Agent and Distributor - Differences and Preference for Non-Exclusive Distribution Agreements

This defines why scientific instrument company  prefers non-exclusive distribution relationships and avoids agent relationships.

  • Introduction
  • Differences
    • Agents
    • Distributors
  • Preference for Distribution Relationships
  • Scientific Instrument Company's Strong Preference for Non-Exclusiveness

Introduction

In particular in countries where scientific instrument company has no market organization, company usually uses third parties to sell its products. company prefers non-exclusive distribution relationships and avoids agent relationships for different reasons. The difference between agents and distributors are explained below. It should be aware that the structure of the relationship is key for determining the nature of the relationship and not how a respective written agreement names or describes the relationship.

There may be slight differences in the interpretation of what is an agent, distributor, importer between certain legislations but in general the following can be applied:

Differences

There is a fundamental legal difference between agents and distributors. An agent negotiates on company’s behalf and may be entitled to create a legal relationship between company and the customer. A distributor buys goods on its own account from us and resells them to customers. It is the distributor which has the sale contract with the customer not company – the distributor takes on the financial risk of not being able to sell the product. An agent acting for a company that sells products will market, present and represent the product manufacturer in the marketplace. A distributor buys the products from the manufacturer (company), and re-sells the product to the end user. The relationship between a distributor and the manufacturer is of a principal to principal and the manufacturer is not responsible for and / or bound by the acts of the distributor while in an agency relationship the company being the prinicipal is primarily responsible for the acts of the agent.

  Agents

Agents seek out potential customers and may be used to facilitate and promote company’s products in their respective markets. Agents may be paid a salary, a retainer, a commission or a combination of all three but unlike importers/distributors, they do not take legal possession of any goods. An agent, is a person who has authority, expressly or implied, to create legal relationships between another, known as a "principal" (in this case scientific instrument company) and third parties.

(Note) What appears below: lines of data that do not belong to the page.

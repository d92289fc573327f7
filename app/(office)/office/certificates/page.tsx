import type { Metadata } from "next";
import Link from "next/link";
import { CertificateActions } from "@/components/warranty/certificate-actions";
import { CertificateStatusBadge } from "@/components/warranty/certificate-status";
import { listCertificatesForStaff } from "@/db/queries/certificates";
import { jobNumber } from "@/lib/engine/jobs/states";
import { can } from "@/lib/engine/permissions";
import { certificateStatus } from "@/lib/server/services/certificates";
import { requirePermission } from "@/lib/server/session";
import { formatDay } from "@/lib/engine/dates";
import { TableScroll } from "@/components/ui/table-scroll";

export const metadata: Metadata = { title: "Certificates" };

export default async function OfficeCertificatesPage() {
  const viewer = await requirePermission("certificate.list", "/office/certificates");
  const rows = await listCertificatesForStaff();
  return (
    <div className="space-y-4">
      <div>
        <h1 className="text-3xl font-bold">Certificates</h1>
        <p className="text-bakelite-soft">
          Every certificate issued, its status as the public page shows it, and corrections or revocations.
        </p>
      </div>
      {rows.length === 0 ? (
        <p>No certificates have been issued yet.</p>
      ) : (
        <TableScroll label="Certificates">
          <table className="dense-table w-full">
            <thead>
              <tr>
                <th scope="col">Code</th>
                <th scope="col">Set</th>
                <th scope="col">Owner</th>
                <th scope="col">Job</th>
                <th scope="col">Term ends</th>
                <th scope="col">Status</th>
                <th scope="col">Actions</th>
              </tr>
            </thead>
            <tbody>
              {rows.map(({ certificate: c, jobNumber: n, customerName }) => {
                const { status, document: d } = certificateStatus(c);
                const live = status === "valid" || status === "expired";
                return (
                  <tr key={c.id}>
                    <td className="figure whitespace-nowrap">
                      <Link href={`/verify/${c.code}`}>{c.code}</Link>
                    </td>
                    <td>{d ? `${d.set.maker} ${d.set.model}` : "—"}</td>
                    <td>{customerName}</td>
                    <td className="figure">{jobNumber(n)}</td>
                    <td className="figure">{formatDay(d?.warranty.endsOn, { style: "compact" })}</td>
                    <td>
                      <CertificateStatusBadge status={status} />
                      {c.revokeReason ? <p className="text-xs">{c.revokeReason}</p> : null}
                    </td>
                    <td>
                      <a href={`/api/certificates/${c.id}/pdf`} className="inline-block min-h-6 min-w-6 py-0.5">
                        PDF<span className="sr-only"> of {c.code}</span>
                      </a>
                      <CertificateActions
                        id={c.id}
                        canRevoke={live && can(viewer.role, "certificate.revoke")}
                        canReissue={live && can(viewer.role, "certificate.reissue")}
                      />
                    </td>
                  </tr>
                );
              })}
            </tbody>
          </table>
        </TableScroll>
      )}
    </div>
  );
}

The principal typically remains directly liable for the actions of its agent. In practical terms, this means company can be held responsible for the actions of its agents. The use of agents who made inappropriate payments to third parties to obtain business has caused company significant damage.

  Distributors

Distributors solely import goods for resale to other companies in the distribution chain and take legal possession of goods.  Distributors take legal possession of goods and pay company for them. They are usually obliged under the terms of their agreement with company to carry inventory/demo goods and to provide after-sales service where necessary. Unlike agents, distributors buy the product directly from company and distribute it in the market.  While an agent can be called the company’s representative, a distributor cannot be called so, because the distributor first buys the product and then resells it.

Preference for Distribution Relationships

Company strongly prefers non-exclusive distributors wherever possible. The main reasons are:

  • Lower risk concerning compliance with certain legal obligations like anti-corruption laws
  • Lower financial risks
  • Fewer own resources necessary, and less relationship management necessary compared to agency relationships
  • In contrast to agency relationships, in most jurisdiction there is no compensation due in case of termination
  • More flexibility

Scientific Instrument Company's Strong Preference for Non-Exclusiveness

While company do not strictly forbid exclusive distributor (or agency) agreements, company do strongly prefer to avoid them. Company have good reasons for this strong preference, mainly our experience that with the passage of time, even the most solid performers can deteriorate. Having exclusive arrangements virtually eliminates our flexibility to respond, and company have paid high sums to terminate non-performing exclusive partners. The main reasons are therefore:

  • Lower financial risks; in particular in contrast to exclusive distribution relationships, in many jurisdictions where a compensation is due in case of termination of distribution agreements, this does usually not apply to the termination of non-exclusive distribution relationships
  • More flexibility (in appointing other distributors and in selling ourselves)

If it seems that the distributor does only want to enter into a distribution agreement if it is exclusive, one alternative to assigning an exclusive territory is to draft the distribution agreement in such a way that the distributor is non-exclusive but to have only one distributor. In special cases where the distributor wants to force company to an exclusive distribution agreement, a verbal understanding could suggest that if agreement’s objectives were met, no additional distributor would be added to the nonexclusive territory. Such an arrangement provides encouragement for the distributor to perform without restricting options of company. Be aware, however, that in some countries the failure to appoint a second distributor or agent in the territory for an extended period of time may be deemed, by operation of law, a de facto exclusive arrangement.  Therefore, whenever entering a new market, you should consult the legal department for guidance on the risks in that country.

Channel Manager should have an overview of any exclusive agreements in the territory.

For these reasons, before appointing or renewing an exclusive distributor arrangement, SMART authorization agreement should be consider carefully before approval.

If we were to decide to have an exclusive distribution agreement under special circumstances in a given territory, we should at least ensure that we are ourselves permitted to directly or indirectly sell into the territory as long as the distributor’s profit and brand not be effected.